Fallows has been a finalist for the National Magazine Award five times and has won once; he has also won the American Book Award for nonfiction and a N.Y. Emmy award for the documentary series Doing Business in China. He was the founding chairman of the New America Foundation. His two most recent books, Blind Into Baghdad (2006) and Postcards From Tomorrow Square (2009), are based on his writings for The Atlantic; he is at work on another book about China. He is married to Deborah Fallows, author of the recent book Dreaming in Chinese. They have two married sons.

Fallows welcomes and frequently quotes from reader mail sent via the "Email" button below. Unless you specify otherwise, we consider any incoming mail available for possible quotation -- but not with the sender's real name unless you explicitly state that it may be used. If you are wondering why Fallows does not use a "Comments" field below his posts, please see previous explanations here and here.

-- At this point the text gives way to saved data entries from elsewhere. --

def test_cautions_text_covers_the_required_topics():
    text = F.CAUTIONS.lower()
    for word in ("flammable", "toxic", "asphyxiate", "gwp", "f-gas", "pressure equipment",
                 "preliminary screening", "local codes", "licensed engineers"):
        assert word in text, word


def test_catalogue_file_override_and_bad_file_messages(tmp_path, monkeypatch):
    header = ",".join(F._COLUMNS)
    good = tmp_path / "mini.csv"
    good.write_text(textwrap.dedent(f"""\
        # a two-fluid test catalogue
        {header}
        Water,steam,natural,A1,test,0,test,other,0,test,,unknown
        n-Pentane,pentane,hydrocarbon,A3,test,,unknown,none,0,test,250,test
        """), encoding="utf-8")
    monkeypatch.setenv(F.CATALOGUE_ENV, str(good))
    assert [i.display_name for i in F.load_catalogue()] == ["steam", "pentane"]
    assert F.get_info("pentane").max_temperature_C == 250.0

    bad = tmp_path / "bad.csv"
    bad.write_text(f"{header}\nWater,water,natural,A9,test,0,test,other,0,test,,unknown\n", encoding="utf-8")
    monkeypatch.setenv(F.CATALOGUE_ENV, str(bad))
    with pytest.raises(F.CatalogueError, match=r"bad\.csv, line 2: safety_class 'A9'"):
        F.load_catalogue()

    bad.write_text(f"{header}\nPentane,pentane,hydrocarbon,A3,test,,unknown,none,0,,,unknown\n", encoding="utf-8")
    with pytest.raises(F.CatalogueError, match="n-Pentane"):  # not a HEOS name; close match named
        F.load_catalogue()

    monkeypatch.setenv(F.CATALOGUE_ENV, str(tmp_path / "missing.csv"))
    with pytest.raises(F.CatalogueError, match="missing.csv: cannot read"):
        F.load_catalogue()
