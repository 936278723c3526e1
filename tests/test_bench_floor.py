"""bench_floor.py's recording of CoolProp calls is faithful, so that its floor replays what the
engine really asks of CoolProp.

The floor of ``benchmarks/bench_floor.py`` is a replay of the calls recorded during one warm
optimisation. Checked here: the recording changes nothing in the optimisation (same net power,
bit for bit); every recorded update, repeated on a fresh CoolProp ``AbstractState`` of the same
fluid with the phase that was imposed at the time, gives the enthalpy the engine read after it
(reference: CoolProp's low-level interface called directly, Bell et al., Ind. Eng. Chem. Res. 53
(2014) 2498; a general-purpose library from PyPI); the replay returns the recorded values; no
AbstractState is reachable except through a fluid's ``_AS`` (so none escapes the proxies); the
originals are back after a recording, also when the recorded call raises. The operating point
is invented.
"""

import importlib.util
import math
import sys
from pathlib import Path

import pytest

from orcscreen import properties
from orcscreen.optimize import optimise
from orcscreen.study import study_from_dict

BENCH = Path(__file__).resolve().parent.parent / "benchmarks"


def _load(name):
    if str(BENCH) not in sys.path:
        sys.path.insert(0, str(BENCH))  # bench_floor imports benchlib as a sibling
    spec = importlib.util.spec_from_file_location(f"orcscreen_{name}", BENCH / f"{name}.py")
    module = importlib.util.module_from_spec(spec)
    sys.modules[spec.name] = module
    spec.loader.exec_module(module)
    return module


bf = _load("bench_floor")
bl = _load("benchlib")

SCENARIO = {
    "source": {"kind": "water", "inlet_temperature_C": 118.0, "mass_flow_kg_s": 10.0, "pressure_bar": 6.0},
    "sink": {"kind": "water", "inlet_temperature_C": 19.0, "temperature_rise_K": 8.0},
    "exchangers": {"pinch_evaporator_K": 8.0, "pinch_condenser_K": 5.0},
    "machines": {"turbine_model": "axial-sp-vr", "pump_efficiency": 0.65, "generator_efficiency": 0.95},
}


def _objects(fluid, layout):
    d = {k: dict(v) for k, v in SCENARIO.items()}
    d["fluids"] = {"include": [fluid]}
    d["cycle"] = {"layouts": [layout]}
    (case,) = list(study_from_dict(d).cases())
    _, lay, ctx = bl.case_objects(case)
    return lay, ctx


@pytest.mark.parametrize("fluid, layout", [("R245fa", "basic"), ("IsoButane", "recuperated")])
def test_recording_is_faithful(fluid, layout):
    lay, ctx = _objects(fluid, layout)
    plain = optimise(lay, ctx)  # cold
    rec, recorded = bf.record(optimise, lay, ctx)
    assert recorded.cycle.W_net_W == plain.cycle.W_net_W
    assert isinstance(ctx.fluid._AS, properties.CP.AbstractState)  # the original is back
    assert rec.updates > 0
    assert bf.replay_mismatches(rec) == 0

    # each update followed by an enthalpy read, redone on a fresh AbstractState
    fresh = {}
    phases = {}
    checked = 0
    for i, (target, name, args, out, raised) in enumerate(rec.calls):
        if name == "specify_phase":
            phases[target] = args[0]
        elif name == "unspecify_phase":
            phases.pop(target, None)
        elif name == "update" and not raised:
            nxt = rec.calls[i + 1] if i + 1 < len(rec.calls) else None
            if nxt is None or nxt[0] is not target or nxt[1] != "hmass":
                continue
            AS = fresh.setdefault(target, properties.CP.AbstractState("HEOS", rec.fluids[target]))
            AS.unspecify_phase()
            if target in phases:
                AS.specify_phase(phases[target])
            AS.update(*args)
            assert math.isclose(AS.hmass(), nxt[3], rel_tol=1e-12, abs_tol=1e-9), (i, args)
            checked += 1
    assert checked > 0


def test_no_state_escapes_the_proxies():
    lay, ctx = _objects("R245fa", "basic")
    optimise(lay, ctx)
    assert bf.states_held_elsewhere() == 0


def test_originals_back_after_a_raise():
    lay, ctx = _objects("R245fa", "basic")
    optimise(lay, ctx)
    real_as = ctx.fluid._AS
    real_sat = ctx.fluid._curves.eval_sat

    def boom():
        ctx.fluid.sat_T(ctx.fluid.T_min_K + 50.123456)  # not memoised yet: goes to CoolProp
        raise RuntimeError("stop")

    with pytest.raises(RuntimeError):
        bf.record(boom)
    assert ctx.fluid._AS is real_as
    assert ctx.fluid._curves.eval_sat is real_sat
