def test_report_command_calls_the_report_builder(capsys, tmp_path, monkeypatch):
    report = pytest.importorskip("orcscreen.report")
    calls = []

    svg_asked = []

    def fake(out_dir, *a, **k):
        calls.append(Path(out_dir))
        svg_asked.append(bool(k.get("svg")))
        return Path(out_dir) / "report.html"

    monkeypatch.setattr(report, "build_report", fake)
    (tmp_path / "run.sqlite").write_bytes(b"")
    code, out, err = run(capsys, "report", str(tmp_path))
    assert code == 0, err
    assert calls == [tmp_path]
    assert "report.html" in out and "not a design" in out
    code, _, err = run(capsys, "report", str(tmp_path), "--svg")
    assert code == 0, err
    assert calls[-1] == tmp_path and svg_asked == [False, True]


def test_version(capsys):
    from importlib import metadata

    code, out, _ = run(capsys, "--version")
    assert code == 0 and out.strip() == f"orcscreen {metadata.version('orcscreen')}"
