def make(**sections):
    """A study dict with a hot-water source, two fluids and the two subcritical layouts unless the
    caller says otherwise."""
    d = {"source": dict(SOURCE), "fluids": dict(TWO), "cycle": {"layouts": ["basic", "recuperated"]}}
    d.update(sections)
    return study_from_dict(d, origin="t.toml")


def errors_of(d, **kw) -> list[str]:
    with pytest.raises(StudyError) as info:
        study_from_dict(d, origin="t.toml", **kw)
    assert all(line.startswith("t.toml: ") for line in info.value.errors), info.value.errors
    return info.value.errors


def one_error(d, **kw) -> str:
    errs = errors_of(d, **kw)
    assert len(errs) == 1, errs
    return errs[0]


# -- defaults (contract section 1 table) ------------------------------------------------------

CONTRACT_DEFAULTS = {
    "study": {"name": "unnamed study", "objective": "net_power", "case_time_limit_s": 60.0},
    "source": {"pressure_bar": 10.0, "min_outlet_temperature_C": None, "cp_kJ_kgK": None,
               "cp_slope_kJ_kgK2": 0.0, "composition": None, "composition_basis": "mole",
               "fluid": None, "inlet_quality": None},
    "sink": {"kind": "water", "inlet_temperature_C": 20.0, "temperature_rise_K": 10.0,
             "pressure_bar": 2.0, "pump_head_m": 15.0, "aux_efficiency": 0.75, "fan_pressure_drop_Pa": None,
             "aux_power_per_kW_rejected": None},
    "exchangers": {"pinch_evaporator_K": 10.0, "pinch_condenser_K": 5.0, "pinch_recuperator_K": 10.0,
                   "recuperator_effectiveness": 0.8},
    "machines": {"turbine_model": "axial-sp-vr", "turbine_efficiency": 0.80, "max_turbine_stages": 3,
                 "pump_efficiency": 0.70, "generator_efficiency": 1.0, "motor_efficiency": 1.0},
    "limits": {"max_pressure_bar": None, "max_reduced_pressure": 0.9, "max_supercritical_reduced_pressure": 1.3,
               "min_turbine_outlet_quality": 0.9, "max_volume_ratio_per_stage": 10.0,
               "min_condensing_pressure_bar": None},
    "cycle": {"superheat_K": 0.0, "max_superheat_K": 50.0, "subcooling_K": 0.0, "reheat_temperature_C": None},
    "economics": {"cost_model": "turbine-by-size-2014", "currency": "EUR", "cost_year": 2023, "cost_index": {},
                  "exchange_rates": {}, "discount_rate": 0.07, "lifetime_years": 25, "om_fraction": 0.02,
                  "full_load_hours": 7500.0, "electricity_price_per_MWh": None},
    "year": {"file": None, "design_sink_temperature_C": None, "control": "sliding-pressure", "bin_width_K": 1.0,
             "design_for": "design-point",
             "resolved_path": None, "sha256": None},
}


def test_every_default_of_the_contract_is_filled_in_the_case():
    s = study_from_dict({"source": SOURCE, "fluids": {"include": ["R245fa"]}})
    cases = [c.as_dict() for c in s.cases()]
    assert [c["layout"] for c in cases] == ["basic", "recuperated", "transcritical"]  # default layouts
    case = cases[0]
    assert set(case) == {"study", "source", "sink", "exchangers", "machines", "limits", "cycle", "economics", "year",
                         "fluid", "layout", "sweep"}
    for section, expected in CONTRACT_DEFAULTS.items():
        for key, value in expected.items():
            assert case[section][key] == value, f"{section}.{key}"
    assert case["cycle"]["layout"] == "basic" and "layouts" not in case["cycle"]
    assert case["sweep"] == {}
    assert case["fluid"] == "R245fa"
    json.dumps(case, allow_nan=False)  # plain JSON


def test_fluids_default_is_the_whole_catalogue():
    s = study_from_dict({"source": SOURCE})
    assert list(s.fluids) == [i.coolprop_name for i in fluid_catalogue.select()]


@pytest.mark.parametrize("kind, pressure, cp", [
    ("water", 10.0, None), ("brine", 10.0, 3.8), ("thermal-oil", 5.0, 2.3), ("flue-gas", 1.01325, None),
])
def test_kind_dependent_source_defaults(kind, pressure, cp):
    src = dict(SOURCE, kind=kind, inlet_temperature_C=150, pressure_bar=None)
    src.pop("pressure_bar")
    s = make(source=src)
    assert s.source.pressure_bar == pressure
    assert s.source.cp_kJ_kgK == cp
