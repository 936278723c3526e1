"""Tests of orcscreen.year: reading a year of operation from CSV and grouping it into bins.

Sources (each check names its own beside it):
- The temperature-bin method of energy estimating (hours per outdoor-temperature bin, energy as
  the hour-weighted sum over bins): ASHRAE Handbook - Fundamentals, chapter "Energy Estimating
  and Modeling Methods" (from memory). Binning must keep the hours and the hour-weighted mean
  temperature of the year: the identity that method rests on.
- Calendar: 365 x 24 = 8,760 h in a common year, 366 x 24 = 8,784 h in a leap year (Gregorian
  calendar).
- Discrete orthogonality: a cosine sampled at N equally spaced points over whole periods sums to
  zero, so the formula of the shipped invented climate has the mean of its constant term.
"""

from __future__ import annotations

import csv
import math
import os
from pathlib import Path

import numpy as np
import pytest

from orcscreen.year import (HOURS_PER_LEAP_YEAR, HOURS_PER_YEAR, Bin, YearError, read_year,
                            resolve_year_path)

SHIPPED = Path(__file__).resolve().parent.parent / "studies" / "climate-dry-inland.csv"


def _write(path: Path, lines: list[str]) -> Path:
    path.write_text("\n".join(lines) + "\n", encoding="utf-8")
    return path


def _hourly(path: Path, temperatures, header: str = "sink_temperature_C") -> Path:
    return _write(path, [header] + [f"{t!r}" for t in temperatures])


def _invented_formula_C(hours: np.ndarray) -> np.ndarray:
    """The generating formula written in the shipped file's second comment line."""
    return (14.0 - 11.0 * np.cos(2 * np.pi * (hours - 480) / 8760)
            - 6.0 * np.cos(2 * np.pi * (hours % 24 - 3) / 24))


# --- calendar -----------------------------------------------------------------------------------

def test_hours_of_a_year_follow_the_calendar():
    """Gregorian calendar: 365 and 366 days of 24 h."""
    assert (HOURS_PER_YEAR, HOURS_PER_LEAP_YEAR) == (365 * 24, 366 * 24)


# --- conservation -------------------------------------------------------------------------------

@pytest.mark.parametrize("width_K", [0.5, 1.0, 2.5])
def test_hourly_binning_keeps_hours_and_weighted_mean(tmp_path, width_K):
    """Bin method (ASHRAE Fundamentals, from memory): the bins hold every hour of the year and
    their hour-weighted mean is the mean of the hours; tolerance 1e-9 K (floating-point rounding
    of sums of 8,760 terms). Each bin's temperature lies in its grid cell, centred on a multiple
    of the width."""
    rng = np.random.default_rng(20240517)
    hours = np.arange(HOURS_PER_YEAR)
    temperatures = _invented_formula_C(hours) + rng.normal(0.0, 2.0, hours.size)
    year = read_year(_hourly(tmp_path / "noisy.csv", temperatures.tolist()), bin_width_K=width_K)
    assert year.form == "hourly"
    assert year.total_hours == HOURS_PER_YEAR
    assert math.fsum(b.hours for b in year.bins) == HOURS_PER_YEAR
    assert year.mean_sink_temperature_C == pytest.approx(math.fsum(temperatures) / temperatures.size, abs=1e-9)
    assert year.min_sink_temperature_C >= temperatures.min()
    assert year.max_sink_temperature_C <= temperatures.max()
    cells = [math.floor(b.sink_temperature_C / width_K + 0.5) for b in year.bins]
    assert cells == sorted(set(cells)), "one bin per grid cell, sorted by temperature"
    for b, cell in zip(year.bins, cells):
        inside = temperatures[np.floor(temperatures / width_K + 0.5) == cell]
        assert b.hours == inside.size
        assert b.sink_temperature_C == pytest.approx(inside.mean(), abs=1e-9)


@pytest.mark.parametrize("temperature_C", [12.3, -4.7, 0.1, 59.9])
def test_year_at_one_temperature_gives_one_bin_at_that_temperature(tmp_path, temperature_C):
    """A year held at one temperature reproduces it exactly (bin temperature = hour-weighted
    mean of the bin's hours, not the grid centre): common practice of the bin method."""
    year = read_year(_hourly(tmp_path / "flat.csv", [temperature_C] * HOURS_PER_YEAR))
    assert year.bins == (Bin(temperature_C, float(HOURS_PER_YEAR)),)
    assert year.mean_sink_temperature_C == temperature_C
    assert year.min_sink_temperature_C == year.max_sink_temperature_C == temperature_C


def test_hourly_rows_with_source_values_are_grouped_and_averaged(tmp_path):
    """Rows within one sink bin, one source-temperature bin and 1 % of flow share a bin whose
    values are the means of its hours; a 25 % different flow or a missing source value (the
    study's) makes its own bin. Means by hand: (20.2 + 20.4)/2 = 20.3, (150.0 + 150.2)/2 = 150.1."""
    path = _write(tmp_path / "src.csv", [
        "hour,sink_temperature_C,source_temperature_C,source_mass_flow_kg_s",
        "1,20.2,150.0,20.0",
        "2,20.4,150.2,20.0",
        "3,20.3,150.1,25.0",
        "4,20.1,,",
    ])
    year = read_year(path)
    assert year.total_hours == 4
    assert len(year.bins) == 3
    by_flow = {b.source_mass_flow_kg_s: b for b in year.bins}
    assert by_flow[20.0].hours == 2
    assert by_flow[20.0].sink_temperature_C == pytest.approx(20.3, abs=1e-12)
    assert by_flow[20.0].source_temperature_C == pytest.approx(150.1, abs=1e-12)
    assert by_flow[25.0] == Bin(20.3, 1.0, 150.1, 25.0)
    assert by_flow[None] == Bin(20.1, 1.0, None, None)
    assert year.mean_sink_temperature_C == pytest.approx((20.2 + 20.4 + 20.3 + 20.1) / 4, abs=1e-12)


# --- bin form -----------------------------------------------------------------------------------

def test_bin_form_is_used_as_given_and_sorted(tmp_path):
    """Bins are taken as written (no regrouping, 0.4 K apart stays two bins), sorted by sink
    temperature; the mean is the hour-weighted one, by hand (2000 x 25 + 3000 x 5.3 + 1000 x 5.7
    + 0 x 30) / 6000 = 12.93333... °C."""
    path = _write(tmp_path / "bins.csv", [
        "# four bins",
        "sink_temperature_C,hours,source_temperature_C,source_mass_flow_kg_s",
        "25,2000,,",
        "5.3,3000,140,12.5",
        "5.7,1000,,",
        "30,0,,",
    ])
    year = read_year(path)
    assert year.form == "bins"
    assert year.source == path
    assert year.bins == (Bin(5.3, 3000.0, 140.0, 12.5), Bin(5.7, 1000.0), Bin(25.0, 2000.0), Bin(30.0, 0.0))
    assert year.total_hours == 6000
    assert year.mean_sink_temperature_C == pytest.approx((2000 * 25 + 3000 * 5.3 + 1000 * 5.7) / 6000, rel=1e-15)
    assert year.max_sink_temperature_C == 25.0, "a bin of 0 h is kept but not operated"


def test_comments_blank_lines_and_a_byte_order_mark_are_skipped(tmp_path):
    """Spreadsheets write a UTF-8 byte-order mark (common practice); comments and blanks skip."""
    path = tmp_path / "bom.csv"
    path.write_bytes("\ufeff# note\n\nsink_temperature_C,hours\r\n10,5\r\n\n# end\n".encode("utf-8"))
    assert read_year(path).bins == (Bin(10.0, 5.0),)


# --- errors: what the file holds ----------------------------------------------------------------

def _error(path: Path, **kwargs) -> str:
    with pytest.raises(YearError) as info:
        read_year(path, **kwargs)
    message = str(info.value)
    assert str(path) in message, "the message names the file"
    assert "allowed" in message, "the message says what is allowed"
    return message


def test_too_many_hourly_rows_are_refused_with_the_count_and_the_limit(tmp_path):
    """8,785 rows is one more than a leap year has (Gregorian calendar)."""
    message = _error(_hourly(tmp_path / "long.csv", [10.0] * (HOURS_PER_LEAP_YEAR + 1)))
    assert "8,785" in message and "8,760" in message and "8,784" in message


def test_a_leap_year_of_hourly_rows_is_accepted(tmp_path):
    """8,784 rows (366 days) is the limit itself."""
    assert read_year(_hourly(tmp_path / "leap.csv", [10.0] * HOURS_PER_LEAP_YEAR)).total_hours == 8784


def test_bins_holding_more_than_a_leap_year_are_refused(tmp_path):
    message = _error(_write(tmp_path / "b.csv", ["sink_temperature_C,hours", "5,5000", "15,4000"]))
    assert "9,000" in message and "8,784" in message


def test_negative_hours_are_refused_with_row_and_column(tmp_path):
    path = _write(tmp_path / "neg.csv", ["sink_temperature_C,hours", "5,100", "6,-3"])
    message = _error(path)
    assert "row 3, column hours" in message and "'-3'" in message


def test_unknown_columns_are_named_with_the_allowed_ones(tmp_path):
    message = _error(_write(tmp_path / "u.csv", ["hour,sink_temperature_C,wind_speed_m_s", "1,5,3"]))
    assert "'wind_speed_m_s'" in message and "row 1" in message
    for allowed in ("sink_temperature_C", "source_temperature_C", "source_mass_flow_kg_s", "hours"):
        assert allowed in message


def test_missing_sink_column_is_refused(tmp_path):
    message = _error(_write(tmp_path / "m.csv", ["hours", "100"]))
    assert "sink_temperature_C" in message and "missing" in message


def test_a_non_number_names_row_and_column_counting_comment_lines(tmp_path):
    """Rows are line numbers of the file: comments and blank lines count."""
    path = _write(tmp_path / "climate.csv", ["# made up", "", "hour,sink_temperature_C", "1,5.0", "2,abc"])
    message = _error(path)
    assert f"{path}, row 5, column sink_temperature_C: 'abc' is not a number" in message
    assert "°C" in message


@pytest.mark.parametrize("column, value, expect", [
    ("sink_temperature_C", "60.1", "-60 to 60"),
    ("sink_temperature_C", "-61", "-60 to 60"),
    ("source_temperature_C", "1000.5", "-50 to 1000"),
    ("source_mass_flow_kg_s", "0", "above 0"),
    ("sink_temperature_C", "nan", "finite"),
    ("source_temperature_C", "inf", "finite"),
])
def test_values_outside_their_limits_are_refused(tmp_path, column, value, expect):
    values = {"sink_temperature_C": "10", "source_temperature_C": "120", "source_mass_flow_kg_s": "5"}
    values[column] = value
    path = _write(tmp_path / "r.csv", [",".join(values), ",".join(values.values())])
    message = _error(path)
    assert f"row 2, column {column}: '{value}'" in message and expect in message


def test_a_row_with_missing_values_is_refused(tmp_path):
    message = _error(_write(tmp_path / "short.csv", ["hour,sink_temperature_C", "1,5", "2"]))
    assert "row 3: 1 value;" in message and "2 values" in message


def test_hours_must_increase(tmp_path):
    message = _error(_write(tmp_path / "h.csv", ["hour,sink_temperature_C", "1,5", "3,6", "2,7"]))
    assert "row 4, column hour: '2'" in message


@pytest.mark.parametrize("lines, expect", [
    ([], "empty"),
    (["# only a comment", ""], "empty"),
    (["hour,sink_temperature_C", "# nothing"], "no data rows"),
])
def test_a_file_without_data_is_refused(tmp_path, lines, expect):
    path = tmp_path / "none.csv"
    path.write_text("\n".join(lines), encoding="utf-8")
    assert expect in _error(path)


def test_bins_with_no_hours_in_all_are_refused(tmp_path):
    assert "0 hours" in _error(_write(tmp_path / "z.csv", ["sink_temperature_C,hours", "5,0"]))


def test_a_byte_that_is_not_utf8_is_reported_on_its_line(tmp_path):
    path = tmp_path / "latin1.csv"
    path.write_bytes(b"hour,sink_temperature_C\n1,5\n2,7\xb0\n")
    assert "row 3" in _error(path)


@pytest.mark.parametrize("width", [0.0, -1.0, math.nan])
def test_bin_width_must_be_above_zero(tmp_path, width):
    assert "above 0" in _error(_hourly(tmp_path / "w.csv", [5.0]), bin_width_K=width)


def test_a_missing_file_is_refused_by_the_reader(tmp_path):
    assert "no such file" in _error(tmp_path / "absent.csv")


# --- errors: where the file is ------------------------------------------------------------------

def _path_error(study: Path, relative: str) -> str:
    with pytest.raises(YearError) as info:
        resolve_year_path(study, relative)
    message = str(info.value)
    assert str(study) in message and "year.file" in message and repr(relative) in message
    return message


@pytest.fixture
def study(tmp_path) -> Path:
    folder = tmp_path / "plant"
    folder.mkdir()
    _write(folder / "climate.csv", ["sink_temperature_C", "10"])
    (folder / "data").mkdir()
    _write(folder / "data" / "bins.csv", ["sink_temperature_C,hours", "10,8760"])
    _write(tmp_path / "outside.csv", ["sink_temperature_C", "10"])
    return _write(folder / "plant.toml", ['[year]', 'file = "climate.csv"'])


def test_a_path_inside_the_study_folder_resolves(study):
    assert resolve_year_path(study, "climate.csv") == (study.parent / "climate.csv").resolve()
    assert resolve_year_path(study, "data/../data/bins.csv") == (study.parent / "data" / "bins.csv").resolve()


def test_a_path_outside_the_study_folder_is_refused(study):
    assert "outside the study's folder" in _path_error(study, "../outside.csv")


def test_an_absolute_path_is_refused(study):
    assert "absolute" in _path_error(study, str(study.parent / "climate.csv"))


def test_a_missing_file_is_refused(study):
    assert "no such file" in _path_error(study, "climate-2031.csv")


def test_a_folder_is_refused(study):
    assert "not a file" in _path_error(study, "data")


def _link(link: Path, target: Path) -> None:
    try:
        os.symlink(target, link)
    except (OSError, NotImplementedError) as exc:  # no symbolic links on this system
        pytest.skip(f"cannot create a symbolic link here: {exc}")


def test_a_symbolic_link_pointing_outside_is_refused(study):
    _link(study.parent / "linked.csv", study.parent.parent / "outside.csv")
    message = _path_error(study, "linked.csv")
    assert "symbolic link" in message and "outside the study's folder" in message


def test_a_symbolic_link_inside_the_folder_is_followed(study):
    _link(study.parent / "alias.csv", study.parent / "climate.csv")
    assert resolve_year_path(study, "alias.csv") == (study.parent / "climate.csv").resolve()


# --- the shipped invented climate ---------------------------------------------------------------

def test_shipped_invented_climate_says_it_is_invented():
    """Demo data are invented and say so on their first line (project rule)."""
    first = SHIPPED.read_text(encoding="utf-8").splitlines()[0]
    assert first.startswith("# Invented climate") and "not measured data" in first


def test_shipped_invented_climate_matches_its_formula_and_mean():
    """Every row is the stated formula rounded to 0.1 K (so within 0.05 K); the year reads to
    8,760 h with a mean within 0.1 K of the formula's mean, which is 14 °C exactly (the cosines
    over whole periods sum to zero: discrete orthogonality)."""
    with SHIPPED.open(encoding="utf-8") as stream:
        rows = list(csv.DictReader(line for line in stream if not line.startswith("#")))
    hours = np.array([float(r["hour"]) for r in rows])
    values = np.array([float(r["sink_temperature_C"]) for r in rows])
    assert np.array_equal(hours, np.arange(HOURS_PER_YEAR))
    assert np.max(np.abs(values - _invented_formula_C(hours))) <= 0.05 + 1e-9
    formula_mean = float(np.mean(_invented_formula_C(np.arange(HOURS_PER_YEAR))))
    assert formula_mean == pytest.approx(14.0, abs=1e-9)
    year = read_year(SHIPPED)
    assert year.form == "hourly" and year.total_hours == HOURS_PER_YEAR
    assert abs(year.mean_sink_temperature_C - formula_mean) <= 0.1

You can say this for David Petraeus... (with big-time update)

By James Fallows
Jan 7 2007, 9:35 PM ET

... who will soon take over military command in Iraq:

Those who like or admire him, among them many members of the press (including me), think he is smart, imaginative, adaptable. Those who resent him, among them many of his officer-corps contemporaries, think he is too flashy, ostentatiously intellectual, publicity-minded, and above all ambitious, and that he would do anything for promotion and the next star.

But he has now agreed to accept a job in which he is very, very likely to fail -- or to be seen as failing, two or three years from now.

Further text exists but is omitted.